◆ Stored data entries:
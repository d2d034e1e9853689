import { beforeAll, describe, expect, it } from 'vitest';
import { anId, openTestApp } from '../../support/test-app';
import { addItem, packOne, packageRow, putInState, snapshot, type TestItem } from './packing-room';

const app = openTestApp();
let tray: TestItem;
let retired: TestItem;

beforeAll(async () => {
  tray = await addItem(app, { kind: 'wrapped-tray', packaging: 'wrap', name: 'Minor set' });
  retired = await addItem(app, { is_retired: true });
});

const header = 'code,item,contents_confirmed,internal_ci,external_ci,goes_to';
const fileOf = (...rows: string[]) => Buffer.from([header, ...rows, ''].join('\r\n'));

type Preview = {
  readonly digest: string;
  readonly added: number;
  readonly changed: number;
  readonly unchanged: number;
  readonly refused: number;
  readonly problems: readonly { line: number; column: string | null; sentence: string }[];
};

async function preview(file: Buffer): Promise<Preview> {
  const technician = await app.as('technician');
  const reply = await technician.post('/api/packages/import/preview').attach('file', file, 'packages.csv').expect(200);
  return reply.body as Preview;
}

async function take(file: Buffer, mode: 'all-or-nothing' | 'good-rows', requestId = anId()) {
  const { digest } = await preview(file);
  const technician = await app.as('technician');
  return technician
    .post('/api/packages/import')
    .field({ requestId, mode, digest })
    .attach('file', file, 'packages.csv');
}

describe('packages by file', () => {
  it('packs a package for each good line, with codes of their own, and says what is wrong with the others', async () => {
    const file = fileOf(
      `,${tray.code},yes,yes,yes,OR 4`,
      `,${tray.code.toLowerCase()},yes,yes,no,`,
      `,${tray.code},no,yes,yes,`,
      `,${tray.code},yes,no,yes,`,
      `,NO-SUCH,yes,yes,yes,`,
      `,${retired.code},yes,yes,yes,`,
      `P-00000001-00,${tray.code},yes,yes,yes,`,
    );
    await app.as('technician');
    const before = await snapshot(app);
    const seen = await preview(file);
    expect(seen).toMatchObject({ added: 2, changed: 0, refused: 5 });
    expect(seen.problems.map(({ line, column }) => [line, column])).toEqual([
      [4, 'contents_confirmed'],
      [5, 'internal_ci'],
      [6, 'item'],
      [7, 'item'],
      [8, 'code'],
    ]);
    for (const { sentence } of seen.problems) expect(sentence).toMatch(/^[A-Z].*\.$/);
    expect(await snapshot(app)).toBe(before);

    const whole = await take(file, 'all-or-nothing');
    expect(whole.status).toBe(422);
    expect(await snapshot(app)).toBe(before);

    expect((await take(file, 'good-rows')).body).toMatchObject({ added: 2, refused: 5 });
    const rows = await app
      .db('packages')
      .where({ item_id: tray.id })
      .orderBy('code')
      .select<{ code: string; state: string; destination: string; has_external_indicator: boolean }[]>();
    expect(rows).toHaveLength(2);
    expect(new Set(rows.map((row) => row.code)).size).toBe(2);
    for (const row of rows) expect(row).toMatchObject({ state: 'packed' });
    expect(rows.map((row) => [row.destination, row.has_external_indicator])).toEqual([
      ['OR 4', true],
      ['', false],
    ]);
  });

  it('goes out to a file that comes back as no change', async () => {
    await packOne(app, tray.id);
    const technician = await app.as('technician');
    const out = await technician
      .get('/api/packages/export')
      .expect(200)
      .expect('content-type', /text\/csv/);
    const seen = await preview(Buffer.from(out.text));
    expect(seen).toMatchObject({ added: 0, changed: 0, refused: 0 });
    expect(seen.unchanged).toBeGreaterThan(0);
  });

  it('changes where a waiting package goes, and nothing that was settled when it was sealed', async () => {
    const one = await packOne(app, tray.id);
    await take(fileOf(`${one.code},${tray.code},yes,yes,yes,Clinic`), 'all-or-nothing');
    expect(await packageRow(app, one.id)).toMatchObject({ destination: 'Clinic', version: 2 });
    const sealed = await preview(fileOf(`${one.code},${tray.code},yes,no,yes,Clinic`));
    expect(sealed.problems).toEqual([
      { line: 2, column: 'internal_ci', sentence: expect.stringContaining('sealed') as string },
    ]);
  });

  it('does not touch a package that is past packing', async () => {
    const one = await packOne(app, tray.id);
    await putInState(app, one.id, { state: 'sterile' });
    const seen = await preview(fileOf(`${one.code},${tray.code},yes,yes,yes,Elsewhere`));
    expect(seen.problems.map(({ column }) => column)).toEqual(['code']);
  });

  it('makes nothing twice when the request is repeated', async () => {
    const requestId = anId();
    const file = fileOf(`,${tray.code},yes,yes,yes,Once`);
    const { digest } = await preview(file);
    const technician = await app.as('technician');
    for (let turn = 0; turn < 2; turn += 1) {
      await technician
        .post('/api/packages/import')
        .field({ requestId, mode: 'all-or-nothing', digest })
        .attach('file', file, 'packages.csv')
        .expect(200);
    }
    expect(await app.db('packages').where({ destination: 'Once' })).toHaveLength(1);
  });
});
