import { beforeAll, describe, expect, it } from 'vitest';
import { anId, openTestApp } from '../../support/test-app';
import { addItem, addRun, packOne, packRequest, snapshot } from './packing-room';

const app = openTestApp();
let itemId: string;
let packageId: string;
let runId: string;

beforeAll(async () => {
  const item = await addItem(app);
  itemId = item.id;
  packageId = (await packOne(app, item.id)).id;
  runId = await addRun(app);
});

const nul = 'Room\u00004';
const long = 'x'.repeat(10_000);

type Body = Record<string, unknown>;

/** Writes with one thing wrong in each. */
function wrongBodies(): { path: string; body: unknown; status?: number }[] {
  const packing = () => packRequest(itemId) as Body;
  const without = (body: Body, name: string) =>
    Object.fromEntries(Object.entries(body).filter(([key]) => key !== name));
  const printing = (): Body => ({ requestId: anId(), packageIds: [packageId], layout: 'single' });
  const adding = (): Body => ({ requestId: anId(), name: 'Run', sterilizerId: null, programId: null, wantedAt: null });
  const staging = (): Body => ({ requestId: anId(), packageIds: [packageId] });
  return [
    { path: '/api/packages', body: [] },
    { path: '/api/packages', body: 'packing' },
    { path: '/api/packages', body: {} },
    ...Object.keys(packing()).map((name) => ({ path: '/api/packages', body: without(packing(), name) })),
    { path: '/api/packages', body: { ...packing(), facilityId: anId() } },
    { path: '/api/packages', body: { ...packing(), requestId: 'again' } },
    { path: '/api/packages', body: { ...packing(), itemId: "' or 1=1 --" } },
    ...[0, 51, -1, 1.5, '3', null, Number.MAX_SAFE_INTEGER].map((quantity) => ({
      path: '/api/packages',
      body: { ...packing(), quantity },
    })),
    { path: '/api/packages', body: { ...packing(), isContentsConfirmed: 'yes' } },
    { path: '/api/packages', body: { ...packing(), destination: nul } },
    { path: '/api/packages', body: { ...packing(), destination: long } },
    { path: '/api/packages/identify', body: {} },
    { path: '/api/packages/identify', body: { raw: 4 } },
    { path: '/api/packages/identify', body: { raw: 'x'.repeat(30_000) } },
    { path: '/api/packages/identify', body: { raw: 'P', more: true } },
    { path: '/api/packages/labels', body: { ...printing(), layout: 'roll' } },
    { path: '/api/packages/labels', body: { ...printing(), packageIds: [] } },
    { path: '/api/packages/labels', body: { ...printing(), packageIds: 'all' } },
    { path: '/api/packages/labels', body: { ...printing(), packageIds: Array.from({ length: 101 }, anId) } },
    { path: '/api/packages/labels', body: { ...printing(), packageIds: ['P-20431784-52'] } },
    { path: '/api/packages/labels', body: { ...printing(), reason: nul } },
    { path: '/api/packages/labels', body: { ...printing(), reason: long } },
    { path: '/api/packages/labels', body: { ...printing(), copies: 3 } },
    ...Object.keys(adding()).map((name) => ({ path: '/api/runs', body: without(adding(), name) })),
    { path: '/api/runs', body: { ...adding(), name: '   ' } },
    { path: '/api/runs', body: { ...adding(), name: nul } },
    { path: '/api/runs', body: { ...adding(), name: long } },
    { path: '/api/runs', body: { ...adding(), wantedAt: 'tomorrow' } },
    { path: '/api/runs', body: { ...adding(), wantedAt: '2026-03-03T18:00:00+01:00' } },
    { path: '/api/runs', body: { ...adding(), state: 'taken' } },
    { path: `/api/runs/${runId}/packages`, body: { ...staging(), packageIds: [] } },
    { path: `/api/runs/${runId}/packages`, body: { ...staging(), packageIds: Array.from({ length: 201 }, anId) } },
    { path: `/api/runs/${runId}/packages`, body: without(staging(), 'requestId') },
    { path: `/api/runs/${runId}/remove`, body: { ...staging(), runId } },
    { path: `/api/runs/${runId}/drop`, body: { requestId: anId(), sure: true } },
    { path: `/api/runs/${runId}/scan`, body: { requestId: anId(), raw: null } },
    { path: '/api/runs/not-an-id/scan', body: { requestId: anId(), raw: 'P' } },
    { path: `/api/runs/${runId}'%20or%20'1'='1/drop`, body: { requestId: anId() } },
  ];
}

const reads = [
  '/api/packages?state=lost',
  '/api/packages?page=0',
  '/api/packages?page=-1',
  '/api/packages?page=1e3',
  '/api/packages?page=99999999999',
  '/api/packages?itemId=1',
  '/api/packages?sort=code',
  '/api/packages?search=a&search=b',
  `/api/packages?search=${'x'.repeat(101)}`,
  '/api/packages?search=%00',
  `/api/packages/labels/${anId()}`,
  `/api/packages/labels/${anId()}?layout=roll`,
  '/api/packages/labels/all?layout=single',
  '/api/runs?state=lost',
  '/api/runs/first',
];

describe('input that nobody should send', () => {
  it('is answered with a plain sentence as problem details, and changes nothing', async () => {
    const technician = await app.as('technician');
    const before = await snapshot(app);
    for (const { path, body } of wrongBodies()) {
      const reply = await technician.post(path).set('content-type', 'application/json').send(JSON.stringify(body));
      const about = `${path} ${JSON.stringify(body).slice(0, 120)}`;
      expect(reply.status, about).toBe(400);
      expect(reply.headers['content-type'], about).toContain('application/problem+json');
      expect((reply.body as { detail: string }).detail, about).not.toMatch(/Error|at \/|undefined|stack|nvalid/);
    }
    expect(await snapshot(app)).toBe(before);
  });

  it.each(reads)('%s is answered in the same way', async (path) => {
    const technician = await app.as('technician');
    const reply = await technician.get(path);
    expect(reply.status).toBe(400);
    expect(reply.headers['content-type']).toContain('application/problem+json');
  });

  it.each([
    `/api/packages/${'P'.repeat(5_000)}`,
    '/api/packages/%00',
    '/api/packages/P-99999999-99',
    '/api/packages/..%2F..%2Fetc',
    `/api/packages/${anId()}`,
    `/api/runs/${anId()}`,
    `/api/packages/labels/${anId()}?layout=single`,
  ])('%s is simply not known', async (path) => {
    const technician = await app.as('technician');
    const reply = await technician.get(path);
    expect(reply.status).toBe(404);
    expect(reply.headers['content-type']).toContain('application/problem+json');
  });

  it('a broken percent sign is told, not stumbled over', async () => {
    const technician = await app.as('technician');
    const reply = await technician.get('/api/packages/%E0%A4%A');
    expect(reply.status).toBe(400);
    expect(reply.headers['content-type']).toContain('application/problem+json');
  });

  it('signs that mean something to the database are looked for as they stand', async () => {
    const technician = await app.as('technician');
    for (const search of ['%', '_', '\\', "'; drop table packages; --", '😀', 'ﬁ']) {
      const reply = await technician.get('/api/packages').query({ search });
      expect(reply.status, search).toBe(200);
      expect(reply.body, search).toMatchObject({ packages: [], total: 0 });
    }
  });
});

◆ YOUR GOAL: Count, and answer with the number only: how many lines of the data include the string "that"?

◆ EXERCISE RESPONSE: 5